[Extracted data entries]

# # # # # # #

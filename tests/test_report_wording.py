"""The reader's wording: coverage, drivers and plan status, with no solver vocabulary.

Expected sentences are the wording of docs/workbook.md ("serves 15 of 16 sites; DP-05
keeps lisocl2" rather than a solver status), checked literally.
"""

import math

from planner.report.wording import coverage_text, downtime_share, drivers_text, plan_status_text


def test_coverage_sentences():
    row = {"sites_served": 15, "sites_unserved": ["DP-05"], "kept_by_other": {"DP-05": "lisocl2"}}
    assert coverage_text(row, 16) == "serves 15 of 16 sites; DP-05 keeps lisocl2"
    two = {"sites_served": 13, "sites_unserved": ["A", "B", "C"],
           "kept_by_other": {"A": "lfp", "B": "lfp", "C": "lisocl2"}}
    assert coverage_text(two, 16) == "serves 13 of 16 sites; A and B keep lfp; C keeps lisocl2"
    assert coverage_text({"sites_served": 16, "sites_unserved": []}, 16) == "serves all 16 sites"
    assert coverage_text({"sites_served": 0, "sites_unserved": list("abcd")}, 4) == "serves none of the 4 sites"
    lonely = {"sites_served": 2, "sites_unserved": ["X"], "kept_by_other": {}}
    assert coverage_text(lonely, 3) == "serves 2 of 3 sites; X cannot be served"


def test_drivers_and_share():
    row = {"driving_sites": [{"id": "UV-04", "difference": 216689.4, "downtime_difference": 216895.2}],
           "downtime": 216895.0, "total_with_others_present_cost": 275314.0}
    assert drivers_text(row, "EUR") == "UV-04: +216,689 EUR, of which days off air +216,895 EUR"
    assert downtime_share(row) == 216895.0 / 275314.0
    assert drivers_text({"driving_sites": []}, "EUR") is None


def test_plan_status_has_no_solver_words_and_tolerates_nan():
    plan = {"sites": [{"id": "a"}, {"id": "b"}], "unserved_sites": [{"id": "b"}],
            "solver": {"status": "infeasible", "gap_frac": 0.0}}
    text = plan_status_text(plan)
    assert text == "1 of 2 sites served; 1 not (see Needs attention); cost within 0.00% of the lowest possible"
    # a site that loses more than 1 % of its load is not served either (planner.plan.attention)
    lossy = {"sites": [{"id": "a", "daily_load_wh": 100.0, "unserved_wh_per_year": 0.02 * 36500.0},
                       {"id": "b", "daily_load_wh": 100.0, "unserved_wh_per_year": 0.005 * 36500.0}],
             "solver": {"status": "optimal", "gap_frac": 0.0}}
    assert plan_status_text(lossy).startswith("1 of 2 sites served; 1 not (see Needs attention)")
    plan["solver"]["gap_frac"] = math.nan
    assert "nan" not in plan_status_text(plan)
    stopped = {"sites": [{"id": "a"}], "solver": {"status": "feasible", "gap_frac": 0.031}}
    assert plan_status_text(stopped) == ("the site is served; stopped at the time limit, within 3.1% "
                                         "of the lowest possible cost")
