"""Battery-temperature summary and the Arrhenius-effective temperature."""

import math

import numpy as np
import pandas as pd
import pytest
from hypothesis import given, settings
from hypothesis import strategies as st
from hypothesis.extra import numpy as hnp

from planner.climate.summary import effective_temperature_c, monthly_means_c, summarize_temperatures

R = 8.314462618   # J/(mol K), CODATA 2018


def test_effective_temperature_of_constant_series_is_that_constant():
    assert effective_temperature_c(np.full(8760, 23.5)) == pytest.approx(23.5, abs=1e-9)


def test_effective_temperature_two_level_worked_example():
    # Half the time at 10 degC, half at 40 degC, Ea = 50 kJ/mol; computed by hand from
    # the definition T_eff = -Ea / (R ln(mean exp(-Ea/(R T)))) with math.exp.
    ea = 50e3
    k = 0.5 * (math.exp(-ea / (R * 283.15)) + math.exp(-ea / (R * 313.15)))
    expected = -ea / (R * math.log(k)) - 273.15
    series = np.r_[np.full(4380, 10.0), np.full(4380, 40.0)]
    assert effective_temperature_c(series, ea) == pytest.approx(expected, abs=1e-9)
    assert expected > 25.0    # hot hours weigh more: above the arithmetic mean (Jensen)


@settings(max_examples=100, deadline=None)
@given(temps=hnp.arrays(np.float64, st.integers(1, 500),
                        elements=st.floats(-60, 80, allow_nan=False)),
       ea=st.floats(10e3, 150e3))
def test_effective_temperature_never_below_mean(temps, ea):
    # Jensen's inequality: exp(-Ea/(R T)) is convex for T < Ea/(2R) (above 6 kJ/mol that
    # covers every temperature up to 80 degC drawn here), so the
    # Arrhenius-effective temperature is >= the arithmetic mean.
    assert effective_temperature_c(temps, ea) >= temps.mean() - 1e-9
    assert effective_temperature_c(temps, ea) <= temps.max() + 1e-9


def test_effective_temperature_vectorised():
    a = np.r_[np.full(100, 0.0), np.full(100, 30.0)]
    both = effective_temperature_c(np.c_[a, a + 5.0])
    assert both[0] == pytest.approx(effective_temperature_c(a))
    assert both[1] == pytest.approx(effective_temperature_c(a + 5.0))


def test_summary_counts_percentiles_and_months():
    times = pd.date_range("2023-01-01", periods=8760, freq="h")
    # Battery: month number x 5 - 25 degC (Jan -20, Dec 35); air a little cooler.
    battery = times.month.to_numpy() * 5.0 - 25.0
    battery[:10] = -30.0          # ten very cold hours in January
    battery[-5:] = 60.0           # five very hot hours in December
    air = battery - 2.0
    s = summarize_temperatures(air, battery)
    d = s.to_dict()
    for key in ("air_mean_c", "air_p99_c", "battery_mean_c", "battery_p1_c", "battery_p99_c",
                "hours_above_45c", "hours_below_0c", "effective_temp_c", "air_p1_c",
                "hours_above_35c", "hours_above_55c", "hours_below_minus20c", "coldest_month",
                "hottest_month", "air_monthly_mean_c", "battery_monthly_mean_c"):
        assert key in d
    # Counts by direct definition with pandas on the same inputs.
    series = pd.Series(battery, index=times)
    assert d["hours_below_0c"] == int((series < 0).sum())          # Jan-Apr (<= -5) hours
    assert d["hours_below_minus20c"] == 10
    assert d["hours_above_55c"] == 5
    assert d["hours_above_45c"] == 5
    assert d["hours_above_35c"] == 5    # December is exactly 35 -> not above
    assert d["coldest_month"] == 1 and d["hottest_month"] == 12
    np.testing.assert_allclose(d["battery_monthly_mean_c"],
                               series.groupby(series.index.month).mean().round(3).to_numpy())
    assert d["battery_p99_c"] == pytest.approx(round(float(np.percentile(battery, 99)), 3))
    assert d["air_mean_c"] == pytest.approx(round(float(battery.mean() - 2.0), 3))


def test_monthly_means_2d():
    x = np.random.default_rng(0).normal(size=(8760, 3))
    np.testing.assert_allclose(monthly_means_c(x)[:, 1], monthly_means_c(x[:, 1]))
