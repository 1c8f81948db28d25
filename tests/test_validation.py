"""The validation report (planner.validation.published): bands, the committed report, sensitivity.

The published values and their sources are in planner/validation/published.py (PUBLISHED), each row
citing its paper (table/equation), standard clause, handbook or `common practice`.
"""

from dataclasses import replace
from pathlib import Path
from types import MappingProxyType

import pytest

from planner.chemistry import get_chemistry
from planner.validation import published as validate

REPO = Path(__file__).resolve().parents[1]


@pytest.fixture(scope="module")
def rows():
    return validate.run_validation()


def test_every_published_point_is_within_its_band(rows):
    failed = [(r.point.key, r.predicted, r.point.band) for r in rows if not r.passed]
    assert not failed


def test_report_covers_the_published_points(rows):
    # The sources the aging laws rest on (docs/aging.md): Schmalstieg calendar and cycle, Naumann 2018/2020, Wang 2011 at C/2, the
    # lead-acid halving rule, Woehler points, ASTM E1049, NIST HB 135, IEEE 1013/1562,
    # and the facts of the trade.
    text = " ".join(r.point.source for r in rows)
    for name in ("Schmalstieg", "Naumann et al. 2018", "Naumann et al. 2020", "Wang et al. 2011",
                 "BU-806a", "AGM deep-cycle", "ASTM E1049", "NIST Handbook 135", "IEEE 1013",
                 "common practice", "Schimpe", "Waldmann"):
        assert name in text, name


def test_committed_report_equals_a_fresh_run(rows):
    # Compared at the precision printed: the rendered text is the comparison.
    committed = (REPO / "docs" / "validation.md").read_text(encoding="utf-8")
    assert committed == validate.render_markdown(rows)


def _perturbed(chem_id, set_name, part, key, factor):
    chem = get_chemistry(chem_id)
    params = chem.aging_set(set_name)
    values = dict(getattr(params, part))
    values[key] *= factor
    sets = dict(chem.aging_sets)
    sets[set_name] = replace(params, **{part: MappingProxyType(values)})
    changed = replace(chem, aging_sets=MappingProxyType(sets))
    return lambda cid: changed if cid == chem_id else get_chemistry(cid)


@pytest.mark.parametrize("chem_id, set_name, part, key, factor, expected_fail", [
    ("nmc", "schmalstieg-published", "calendar", "voltage_slope_per_v", 1.01, "schmalstieg_cal_41v_25c"),
    ("lfp", "calibrated", "cycle", "plating_activation_energy_j_mol", 1.2, "schimpe_plating"),
    ("lfp", "calibrated", "cycle", "a", 3.0, "lfp_daily_cycles"),
])
def test_a_perturbed_parameter_fails_the_validation(chem_id, set_name, part, key, factor,
                                                    expected_fail):
    rows = validate.run_validation(_perturbed(chem_id, set_name, part, key, factor))
    failed = {r.point.key for r in rows if not r.passed}
    assert expected_fail in failed


def test_main_writes_the_report_and_exit_code(tmp_path):
    out = tmp_path / "v.md"
    assert validate.main(["--out", str(out)]) == 0
    assert out.read_text(encoding="utf-8").startswith("# Validation report")
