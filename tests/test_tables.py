"""Reading a user's table (planner/inputs/tables.py): the rows the user sees, and the shapes a
table can go wrong in.

Classes (each with a known case and a second variant):
- row and line numbers as a spreadsheet or an editor shows them (blank lines counted);
- a row with more fields than the header;
- a repeated or an empty header cell;
- a byte-order mark at the start.
The same reader serves the sites table, climate CSVs and load files, so the classes are
also tried through those doors.
"""

import io

import numpy as np
import openpyxl
import pytest

from planner.energy.loads import read_hourly_load_csv
from planner.errors import InputError
from planner.inputs.tables import column_label, read_table
from planner.study.loading import load_study


def csv_table(text: str, **kwargs):
    return read_table(text.encode("utf-8"), source="t.csv", kind="csv", what="the table", **kwargs)


def xlsx_bytes(rows: dict[int, list]) -> bytes:
    """A workbook whose first sheet holds ``rows`` at the given (1-based) row numbers."""
    book = openpyxl.Workbook()
    sheet = book.active
    for number, values in rows.items():
        for col, value in enumerate(values, start=1):
            sheet.cell(row=number, column=col, value=value)
    buffer = io.BytesIO()
    book.save(buffer)
    return buffer.getvalue()


# ---------------------------------------------------------------- rows the user sees


def test_blank_lines_count_in_csv_rows():
    table = csv_table("id,x\n\na,1\n\n\nb,2\n,\n")
    assert [row.number for row in table.rows] == [3, 6]      # ",": all blank, skipped
    assert [row.where() for row in table.rows] == ["row 3", "row 6"]


def test_a_value_spanning_lines_gives_row_and_line():
    # variant: a quoted newline keeps one spreadsheet row but moves the editor's lines
    table = csv_table('id,notes\na,"two\nlines"\nb,x\n')
    assert [row.where() for row in table.rows] == ["row 2", "row 3 (line 4)"]
    assert table.rows[1].where("line") == "line 4"


def test_blank_rows_count_in_xlsx_rows():
    data = xlsx_bytes({1: ["id", "x"], 2: ["a", 1.5], 6: ["b", 2]})
    table = read_table(data, source="t.xlsx", kind="xlsx", what="the table")
    assert [row.number for row in table.rows] == [2, 6]
    assert table.cell(table.rows[0], "x") == "1.5"


def test_xlsx_table_starting_below_row_1():
    # variant: a sheet whose header sits on row 3, column B
    data = xlsx_bytes({3: [None, "id", "x"], 4: [None, "a", 7]})
    table = read_table(data, source="t.xlsx", kind="xlsx", what="the table")
    assert table.header_row == 3 and table.rows[0].number == 4
    assert table.cell(table.rows[0], "id") == "a"


def test_sites_table_error_names_the_spreadsheet_row(tmp_path):
    # an error on spreadsheet row 6 was reported as row 4
    sites = ("id,region,climate,load_w,charging,pv_wp,autonomy_days\n"
             "A,hills,alpine,2,pv,60,5\n\n"
             "B,hills,alpine,2,pv,60,5\n\n"
             "C,hills,alpine,-2,pv,60,5\n")
    (tmp_path / "sites.csv").write_text(sites)
    (tmp_path / "s.toml").write_text('[study]\nsites_file = "sites.csv"\n')
    with pytest.raises(InputError, match="row 6, column load_w: found '-2'"):
        load_study(tmp_path / "s.toml")
    assert [s.row for s in load_study(_fixed(tmp_path)).sites] == [2, 4, 6]


def _fixed(tmp_path):
    text = (tmp_path / "sites.csv").read_text().replace(",-2,", ",2,")
    (tmp_path / "sites.csv").write_text(text)
    return tmp_path / "s.toml"


def test_load_file_error_names_the_editor_line(tmp_path):
    # a load file's line 13 was reported as line 12
    values = ["1.0"] * 8760
    values[10] = "-4"
    text = "load_w\n" + "\n".join(values[:5]) + "\n\n" + "\n".join(values[5:]) + "\n"
    (tmp_path / "load.csv").write_text(text)
    with pytest.raises(InputError, match="line 13, column 'load_w': found -4 W"):
        read_hourly_load_csv(tmp_path / "load.csv")
    # variant: a comment-free blank line before the header shifts every line by one
    (tmp_path / "load.csv").write_text("\n" + text.replace("-4", "x"))
    with pytest.raises(InputError, match="line 14, column 'load_w': 'x' is not a number"):
        read_hourly_load_csv(tmp_path / "load.csv")


# ---------------------------------------------------------------- more fields than the header


def test_row_with_more_fields_than_the_header_is_named():
    with pytest.raises(InputError, match=r"row 3: 4 fields, the header has 3"):
        csv_table("id,x,y\na,1,2\nb,1,2,3\n")
    # variant: trailing empty fields (a spreadsheet's export) are not extra values
    assert len(csv_table("id,x,y\na,1,2,,\n").rows) == 1


def test_sites_row_with_an_extra_field_does_not_shift_columns(tmp_path):
    # "column enclosure: found '2.0'"
    sites = ("id,region,climate,enclosure,load_w,charging,pv_wp,autonomy_days\n"
             "A,hills,alpine,cabinet-sun,2,pv,60,5\n"
             "B,hills,alpine,vault,extra,2.0,pv,60,5\n"
             "C,hills,alpine,shelter,-1,pv,60,5\n")
    (tmp_path / "sites.csv").write_text(sites)
    (tmp_path / "s.toml").write_text('[study]\nsites_file = "sites.csv"\n')
    with pytest.raises(InputError) as info:
        load_study(tmp_path / "s.toml")
    lines = info.value.lines()
    assert any("row 3: 9 fields, the header has 8" in line for line in lines)
    assert not any("column enclosure" in line for line in lines)
    assert any("row 4, column load_w: found '-1'" in line for line in lines)  # still checked


# ---------------------------------------------------------------- the header


def test_repeated_header_is_named_as_such():
    with pytest.raises(InputError, match=r"column 'id' appears twice \(field 1 and field 3\)"):
        csv_table("id,x,id\na,1,b\n")
    # variant: in a sheet the positions are the sheet's columns
    data = xlsx_bytes({1: ["id", "x", "y", "x"], 2: ["a", 1, 2, 3]})
    with pytest.raises(InputError, match=r"'x' appears twice \(column 2 \(B\) and column 4 \(D\)\)"):
        read_table(data, source="t.xlsx", kind="xlsx", what="the table")


def test_empty_header_cell_above_values_is_named_by_position():
    with pytest.raises(InputError, match=r"field 2 has no name but holds values"):
        csv_table("id,,x\na,5,1\n")
    # variant: an empty header cell with nothing below it is harmless (a stray separator)
    assert csv_table("id,,x\na,,1\n").columns == ["id", "x"]


def test_column_labels():
    # spreadsheet column letters: A..Z, then AA (the bijective base-26 of every spreadsheet)
    assert [column_label(i, "xlsx") for i in (0, 25, 26, 701, 702)] == [
        "column 1 (A)", "column 26 (Z)", "column 27 (AA)", "column 702 (ZZ)", "column 703 (AAA)"]
    assert column_label(4, "csv") == "field 5"


# ---------------------------------------------------------------- byte-order mark


def test_byte_order_mark_is_not_part_of_the_first_header():
    # U+FEFF encoded in UTF-8 (Unicode Standard §23.8)
    table = read_table(b"\xef\xbb\xbfid,x\na,1\n", source="t.csv", kind="csv", what="t")
    assert table.columns == ["id", "x"]
    values = table.numbers("x", what="a number")
    np.testing.assert_array_equal(values, [1.0])


def test_declaration_lines_count_in_rows():
    table = csv_table("# a = 1\n# b = 2\ntime,x\n\nt0,3\n", skip_lines=2)
    assert table.header_row == 3 and table.rows[0].number == 5
    with pytest.raises(InputError, match="row 5, column 'x': 'z' is not a number"):
        csv_table("# a = 1\n# b = 2\ntime,x\n\nt0,z\n", skip_lines=2).numbers("x", what="a number")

# # # # # # #

* Exercise goal
All lines above with "Jensen" in them should be returned.

* Expected answer
    assert expected > 25.0    # hot hours weigh more: above the arithmetic mean (Jensen)
    # Jensen's inequality: exp(-Ea/(R T)) is convex for T < Ea/(2R) (above 6 kJ/mol that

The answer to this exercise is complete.